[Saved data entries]
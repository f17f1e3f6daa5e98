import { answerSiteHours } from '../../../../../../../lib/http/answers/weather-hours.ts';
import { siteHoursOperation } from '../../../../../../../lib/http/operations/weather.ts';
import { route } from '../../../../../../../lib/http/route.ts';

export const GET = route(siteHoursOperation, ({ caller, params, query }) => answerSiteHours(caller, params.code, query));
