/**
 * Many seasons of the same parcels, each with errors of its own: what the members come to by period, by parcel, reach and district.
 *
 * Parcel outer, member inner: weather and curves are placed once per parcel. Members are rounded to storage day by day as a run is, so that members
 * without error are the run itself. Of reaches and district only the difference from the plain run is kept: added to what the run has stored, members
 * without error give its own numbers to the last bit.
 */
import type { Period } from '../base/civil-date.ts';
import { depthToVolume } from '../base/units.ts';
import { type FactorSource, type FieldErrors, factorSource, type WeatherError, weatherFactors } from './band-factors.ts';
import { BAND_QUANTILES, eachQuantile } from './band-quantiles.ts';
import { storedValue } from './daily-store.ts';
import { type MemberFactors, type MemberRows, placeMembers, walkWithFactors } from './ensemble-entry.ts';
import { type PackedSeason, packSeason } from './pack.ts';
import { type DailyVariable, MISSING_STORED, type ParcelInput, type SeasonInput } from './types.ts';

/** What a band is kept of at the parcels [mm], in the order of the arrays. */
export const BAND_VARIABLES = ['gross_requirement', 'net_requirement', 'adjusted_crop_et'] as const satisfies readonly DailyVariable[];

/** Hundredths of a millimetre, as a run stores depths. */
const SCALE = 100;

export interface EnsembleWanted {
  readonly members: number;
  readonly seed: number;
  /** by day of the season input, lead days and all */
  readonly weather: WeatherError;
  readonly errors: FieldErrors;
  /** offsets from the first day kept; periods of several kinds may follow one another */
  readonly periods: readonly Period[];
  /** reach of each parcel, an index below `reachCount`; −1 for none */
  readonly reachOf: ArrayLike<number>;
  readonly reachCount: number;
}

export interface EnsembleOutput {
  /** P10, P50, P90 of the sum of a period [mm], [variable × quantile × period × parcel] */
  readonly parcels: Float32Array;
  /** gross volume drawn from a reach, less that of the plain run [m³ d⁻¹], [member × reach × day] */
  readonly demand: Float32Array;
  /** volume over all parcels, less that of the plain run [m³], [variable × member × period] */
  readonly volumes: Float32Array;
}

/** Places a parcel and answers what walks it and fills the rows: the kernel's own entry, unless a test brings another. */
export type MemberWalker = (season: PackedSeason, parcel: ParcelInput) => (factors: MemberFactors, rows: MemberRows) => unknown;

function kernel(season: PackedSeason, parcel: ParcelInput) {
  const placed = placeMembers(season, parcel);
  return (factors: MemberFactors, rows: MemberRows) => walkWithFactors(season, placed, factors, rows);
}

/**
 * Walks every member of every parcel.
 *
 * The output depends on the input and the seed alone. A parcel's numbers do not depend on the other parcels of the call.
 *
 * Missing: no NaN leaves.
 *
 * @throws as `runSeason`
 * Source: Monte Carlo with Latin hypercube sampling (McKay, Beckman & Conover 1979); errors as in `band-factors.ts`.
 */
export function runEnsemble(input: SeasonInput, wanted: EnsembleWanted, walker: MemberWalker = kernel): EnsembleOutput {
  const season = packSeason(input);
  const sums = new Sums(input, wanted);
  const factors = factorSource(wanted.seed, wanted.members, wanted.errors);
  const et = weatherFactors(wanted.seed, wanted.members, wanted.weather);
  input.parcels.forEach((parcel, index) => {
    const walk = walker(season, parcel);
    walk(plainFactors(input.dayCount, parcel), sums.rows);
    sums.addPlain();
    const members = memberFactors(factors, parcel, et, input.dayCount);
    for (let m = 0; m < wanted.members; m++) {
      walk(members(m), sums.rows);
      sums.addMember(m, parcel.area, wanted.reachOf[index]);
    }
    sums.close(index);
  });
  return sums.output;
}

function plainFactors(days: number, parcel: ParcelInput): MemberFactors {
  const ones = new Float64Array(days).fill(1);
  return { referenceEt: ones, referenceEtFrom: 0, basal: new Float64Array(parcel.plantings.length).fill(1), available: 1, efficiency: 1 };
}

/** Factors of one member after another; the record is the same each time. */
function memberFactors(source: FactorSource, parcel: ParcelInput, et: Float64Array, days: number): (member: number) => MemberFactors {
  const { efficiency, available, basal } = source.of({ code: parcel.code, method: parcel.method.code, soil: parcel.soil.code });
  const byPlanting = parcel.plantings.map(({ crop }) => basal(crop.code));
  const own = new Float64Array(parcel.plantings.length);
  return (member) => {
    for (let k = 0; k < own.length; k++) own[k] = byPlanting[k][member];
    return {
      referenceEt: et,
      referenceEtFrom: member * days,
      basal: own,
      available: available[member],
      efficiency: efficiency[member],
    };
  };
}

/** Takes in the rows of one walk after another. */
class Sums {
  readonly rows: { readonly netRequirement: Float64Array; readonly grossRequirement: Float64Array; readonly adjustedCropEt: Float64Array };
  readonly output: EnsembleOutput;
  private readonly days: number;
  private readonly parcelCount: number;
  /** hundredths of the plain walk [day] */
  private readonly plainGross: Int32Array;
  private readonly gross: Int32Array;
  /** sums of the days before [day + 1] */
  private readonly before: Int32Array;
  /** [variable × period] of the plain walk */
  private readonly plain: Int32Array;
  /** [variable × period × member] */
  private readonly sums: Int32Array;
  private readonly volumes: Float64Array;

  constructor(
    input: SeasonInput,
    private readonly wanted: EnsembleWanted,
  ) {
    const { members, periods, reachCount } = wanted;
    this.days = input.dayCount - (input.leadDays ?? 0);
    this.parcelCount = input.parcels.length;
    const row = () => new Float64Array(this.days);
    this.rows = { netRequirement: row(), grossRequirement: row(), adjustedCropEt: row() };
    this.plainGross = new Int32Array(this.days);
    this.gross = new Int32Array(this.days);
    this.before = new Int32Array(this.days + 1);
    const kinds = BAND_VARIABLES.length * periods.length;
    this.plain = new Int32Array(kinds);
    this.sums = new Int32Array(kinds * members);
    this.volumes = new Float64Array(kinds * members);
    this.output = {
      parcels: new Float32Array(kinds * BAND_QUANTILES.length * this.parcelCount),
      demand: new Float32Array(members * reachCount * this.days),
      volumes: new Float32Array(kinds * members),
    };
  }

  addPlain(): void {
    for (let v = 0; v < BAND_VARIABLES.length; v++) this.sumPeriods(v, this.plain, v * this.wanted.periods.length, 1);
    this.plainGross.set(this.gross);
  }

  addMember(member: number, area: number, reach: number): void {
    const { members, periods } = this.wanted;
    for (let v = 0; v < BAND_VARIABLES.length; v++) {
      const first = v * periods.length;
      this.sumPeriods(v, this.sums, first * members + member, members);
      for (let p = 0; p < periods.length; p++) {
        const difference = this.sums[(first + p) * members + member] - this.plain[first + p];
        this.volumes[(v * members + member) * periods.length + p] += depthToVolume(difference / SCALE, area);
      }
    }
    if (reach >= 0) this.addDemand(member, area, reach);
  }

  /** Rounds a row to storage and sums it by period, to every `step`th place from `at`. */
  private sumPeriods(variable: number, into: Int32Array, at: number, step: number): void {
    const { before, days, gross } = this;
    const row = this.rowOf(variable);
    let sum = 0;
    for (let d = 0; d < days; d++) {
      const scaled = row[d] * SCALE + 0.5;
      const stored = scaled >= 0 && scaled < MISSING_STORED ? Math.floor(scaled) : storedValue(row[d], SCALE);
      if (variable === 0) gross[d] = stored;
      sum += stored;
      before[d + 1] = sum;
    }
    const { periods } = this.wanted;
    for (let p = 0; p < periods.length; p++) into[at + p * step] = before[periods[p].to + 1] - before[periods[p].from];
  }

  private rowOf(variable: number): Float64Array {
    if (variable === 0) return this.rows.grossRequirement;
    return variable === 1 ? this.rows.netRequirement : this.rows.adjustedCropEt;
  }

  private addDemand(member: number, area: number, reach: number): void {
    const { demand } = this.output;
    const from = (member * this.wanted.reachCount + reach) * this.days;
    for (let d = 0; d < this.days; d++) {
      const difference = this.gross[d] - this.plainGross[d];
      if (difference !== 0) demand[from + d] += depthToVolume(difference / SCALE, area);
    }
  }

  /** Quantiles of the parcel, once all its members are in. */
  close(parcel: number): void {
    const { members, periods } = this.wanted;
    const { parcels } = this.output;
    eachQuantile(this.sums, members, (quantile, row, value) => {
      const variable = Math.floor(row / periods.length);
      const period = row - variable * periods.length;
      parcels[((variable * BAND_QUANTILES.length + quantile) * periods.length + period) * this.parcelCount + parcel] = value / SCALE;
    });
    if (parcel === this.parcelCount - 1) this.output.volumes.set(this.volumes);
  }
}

Exercise requirements
The result should consist solely of the lines from the one that contains "Rounds a row" to the last line of the records above, reproduced exactly.

Response below
  /** Rounds a row to storage and sums it by period, to every `step`th place from `at`. */
  private sumPeriods(variable: number, into: Int32Array, at: number, step: number): void {
    const { before, days, gross } = this;
    const row = this.rowOf(variable);
    let sum = 0;
    for (let d = 0; d < days; d++) {
      const scaled = row[d] * SCALE + 0.5;
      const stored = scaled >= 0 && scaled < MISSING_STORED ? Math.floor(scaled) : storedValue(row[d], SCALE);
      if (variable === 0) gross[d] = stored;
      sum += stored;
      before[d + 1] = sum;
    }
    const { periods } = this.wanted;
    for (let p = 0; p < periods.length; p++) into[at + p * step] = before[periods[p].to + 1] - before[periods[p].from];
  }

  private rowOf(variable: number): Float64Array {
    if (variable === 0) return this.rows.grossRequirement;
    return variable === 1 ? this.rows.netRequirement : this.rows.adjustedCropEt;
  }

  private addDemand(member: number, area: number, reach: number): void {
    const { demand } = this.output;
    const from = (member * this.wanted.reachCount + reach) * this.days;
    for (let d = 0; d < this.days; d++) {
      const difference = this.gross[d] - this.plainGross[d];
      if (difference !== 0) demand[from + d] += depthToVolume(difference / SCALE, area);
    }
  }

  /** Quantiles of the parcel, once all its members are in. */
  close(parcel: number): void {
    const { members, periods } = this.wanted;
    const { parcels } = this.output;
    eachQuantile(this.sums, members, (quantile, row, value) => {
      const variable = Math.floor(row / periods.length);
      const period = row - variable * periods.length;
      parcels[((variable * BAND_QUANTILES.length + quantile) * periods.length + period) * this.parcelCount + parcel] = value / SCALE;
    });
    if (parcel === this.parcelCount - 1) this.output.volumes.set(this.volumes);
  }
}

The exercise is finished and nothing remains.